Оп-па! На этой фразе я немного опешил и потерял дар речи в разговоре, ибо до этой темы нам было еще далеко, но Макс «сыграл на опережение». Видимо, у него в этот день было такое «самокопательное» настроение.
Ну, а дальше с записанным альбомом все было уже просто, ибо «Мелодия» знала, что прекрасно все продаст.
Фома:
– Уже потом мне сказали, что общий тираж нашего прошлого альбома перевалил за 5,5 миллионов, и все было вполне предсказуемо. К тому же в 88-м году уже замаячили серьезные перемены, и поэтому никаких проблем с худсоветом и тиражом у нас не было.
«Разлука ты, разлука!»
А что, спросите вы, за полных пять лет напряженной концертной и гастрольной работы никто из секретов не болел? Конечно же, случалось всякое, но должен заметить, что сцена – лучший доктор.

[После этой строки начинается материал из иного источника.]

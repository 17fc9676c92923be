import { openStore } from '@spinassay/store';
import { type ServedApi, serveApi } from './serve-api.ts';

/** Serve the interface over a database that refuses connections: port 9 (discard) listens nowhere here. */
export async function serveWithoutDatabase(): Promise<ServedApi> {
  const store = openStore({
    connectionString: 'postgresql://nobody@127.0.0.1:9/nowhere',
    applicationName: 'api-test',
    onConnectionFault: () => {},
  });
  const served = await serveApi({ store, notices: { watch: () => () => {} } });
  return {
    ...served,
    close: async () => {
      await served.close();
      await store.close();
    },
  };
}
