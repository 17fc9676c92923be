import { afterAll, beforeAll, expect, test } from 'vitest';
import { type ApiFixture, openApiFixture } from '../../../test-support/api-fixture.ts';
import { expectProblem, pointersOf } from '../../../test-support/expect-problem.ts';
import { acetateMethod, put, singletCompound } from '../../../test-support/laboratory-content.ts';

let api: ApiFixture;
beforeAll(async () => {
  api = await openApiFixture();
});
afterAll(() => api.close());

beforeAll(async () => {
  await put(api, '/v1/compounds', singletCompound('acetate', 1.91));
  await put(api, '/v1/compounds', singletCompound('tsp', 0));
});

async function faultsOf(body: object): Promise<(string | undefined)[]> {
  const json = { id: 'm', body: { ...acetateMethod.body, ...body } };
  const response = await api.send('POST', '/v1/methods', { role: 'method-owner', json });
  return pointersOf(await expectProblem(response, 'unknown-reference'));
}

test('points at every compound that is not there', async () => {
  const panel = [{ compoundId: 'acetate' }, { compoundId: 'ghost' }, { compoundId: 'acetone' }];
  const pointers = await faultsOf({ panel, reference: { compoundId: 'dss' }, standard: { compoundId: 'acetate' } });
  expect(pointers).toEqual(['#/body/panel/1/compoundId', '#/body/panel/2/compoundId', '#/body/reference/compoundId']);
});

test('points at a version that is not there', async () => {
  expect(await faultsOf({ panel: [{ compoundId: 'acetate', compoundVersion: 7 }] })).toEqual([
    '#/body/panel/0/compoundId',
  ]);
});

test('points at a quantifier group that the compound does not have', async () => {
  const panel = [{ compoundId: 'acetate', quantifierGroups: ['CH3', 'CH2'] }];
  expect(await faultsOf({ panel })).toEqual(['#/body/panel/0/quantifierGroups/1']);
});

test('refuses two versions of one compound in one tube', async () => {
  await put(api, '/v1/compounds', singletCompound('tsp', 0.001));
  const panel = [{ compoundId: 'tsp', compoundVersion: 1 }];
  const reference = { compoundId: 'tsp', compoundVersion: 2 };
  expect(await faultsOf({ panel, reference })).toEqual(['#/body/reference/compoundVersion']);
});
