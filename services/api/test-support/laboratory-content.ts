import type { Acquisition, CompoundPost, Fit, FitPost, MethodPost, PreparationPost } from '@spinassay/contract';
import type { ApiFixture } from './api-fixture.ts';

const source = 'invented for this test';

/** A compound of one singlet of three protons. */
export function singletCompound(id: string, shiftPpm: number): CompoundPost {
  const groups = [
    { label: 'CH3', shiftPpm, shiftScale: 'TSP' as const, spins: [{ label: 'H', protonCount: 3 }], source },
  ];
  return {
    id,
    body: {
      name: id,
      molarMassGramsPerMole: 60,
      spinSystems: [{ label: 'methyl', count: 1, groups, couplings: [] }],
      sources: [source],
    },
  };
}

/** A method that expects acetate and takes 0 ppm and amounts from TSP. */
export const acetateMethod: MethodPost = {
  id: 'acetate-in-cider',
  body: {
    name: 'Acetate in cider',
    panel: [{ compoundId: 'acetate', quantifierGroups: ['CH3'] }],
    reference: { compoundId: 'tsp' },
    standard: { compoundId: 'tsp' },
    claims: ['shifts', 'amounts'],
  },
};

/** A tube with TSP. */
export const tspPreparation: PreparationPost = {
  id: 'tank-4',
  body: {
    standard: {
      compoundId: 'tsp',
      amountConcentration: { value: 0.5, standardUncertainty: 0.004, unit: 'mmol/L' },
    },
  },
};

/** A damped line as float32 numbers; another `frequencyHz` makes another signal. */
export function signalOf(frequencyHz: number, sampleCount = 32): object {
  const dwellSeconds = 0.0005;
  const numbers = Float32Array.from({ length: 2 * sampleCount }, (_, position) => {
    const time = Math.floor(position / 2) * dwellSeconds;
    const phase = 2 * Math.PI * frequencyHz * time;
    return 1000 * Math.exp(-time / 0.02) * (position % 2 === 0 ? Math.cos(phase) : Math.sin(phase));
  });
  const data = Buffer.from(numbers.buffer).toString('base64');
  return { encoding: 'float32', data, sampleCount, dwellSeconds, observeFrequencyMHz: 500.13 };
}

/** Send something that has to be stored, and give back what was answered. */
export async function put<T>(api: ApiFixture, path: string, json: unknown): Promise<T> {
  const role = path === '/v1/compounds' || path === '/v1/methods' ? 'method-owner' : 'pipeline';
  const response = await api.send('POST', path, { role, json });
  if (!response.ok) throw new Error(`POST ${path} answered ${response.status}: ${await response.text()}`);
  return (await response.json()) as T;
}

/** Store two compounds, a method, a preparation and an acquisition, and give back what a fit has to say. */
export async function stockLaboratory(api: ApiFixture): Promise<FitPost> {
  await put(api, '/v1/compounds', singletCompound('acetate', 1.91));
  await put(api, '/v1/compounds', singletCompound('tsp', 0));
  await put(api, '/v1/methods', acetateMethod);
  await put(api, '/v1/preparations', tspPreparation);
  const acquisition = await put<Acquisition>(api, '/v1/acquisitions', { signal: signalOf(200) });
  return { acquisitionId: acquisition.id, methodId: acetateMethod.id, preparationId: tspPreparation.id };
}

/** Ask for the fit of a stocked laboratory. */
export async function askForFit(api: ApiFixture): Promise<Fit> {
  return put<Fit>(api, '/v1/fits', await stockLaboratory(api));
}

Однажды во Фрунзе (так в эпоху всеобщей справедливости назывался Бишкек) за полчаса до выхода на сцену у меня 38,8! Но делать-то нечего, народ уже в зале. Перед третьим звонком меряю температуру еще раз, а там 36,7. И так бывает практически со всеми!
Помню, как на гастролях по Краснодарскому краю Михаила Боярского с острым панкреатитом из города в город возили на «скорой помощи», сразу же клали в больницу, а к началу концерта он выходил на сцену, улыбался и отрабатывал полное отделение.
А потом – опять под капельницу.
Но, конечно же, возможны и ситуации, в которых без замены не обойтись. В англоязычной музыкальной терминологии даже есть специальный термин sideman, то есть – «сторонний человек».
Среди музыкантов, не слишком хорошо знающих английский, даже бродила шутка, что есть такой уникальный человек, мультиинструменталист Изя Сайдман, который в трудный момент приходит на помощь группам, где заболел, внезапно умер или запил тот или иной музыкант…
Но не все знают, что летом 1964 года перед началом гастрольного тура с острой фолликулярной ангиной и высокой температурой в больницу попал Ринго Старр, и группа «Битлз» была вынуждена воспользоваться услугами сайдмэна.
Харрисон предлагал отменить гастроли, но Брайан Эпстайн с арифмометром в руках прикинул, что это удовольствие будет для них слишком дорогим, и Джордж Мартин предложил на замену довольно милого и профессионального Джимми Никола. Он прекрасно отработал с битлами на концертах в Дании и Голландии, а в Австралии их уже догнал выздоровевший Ринго.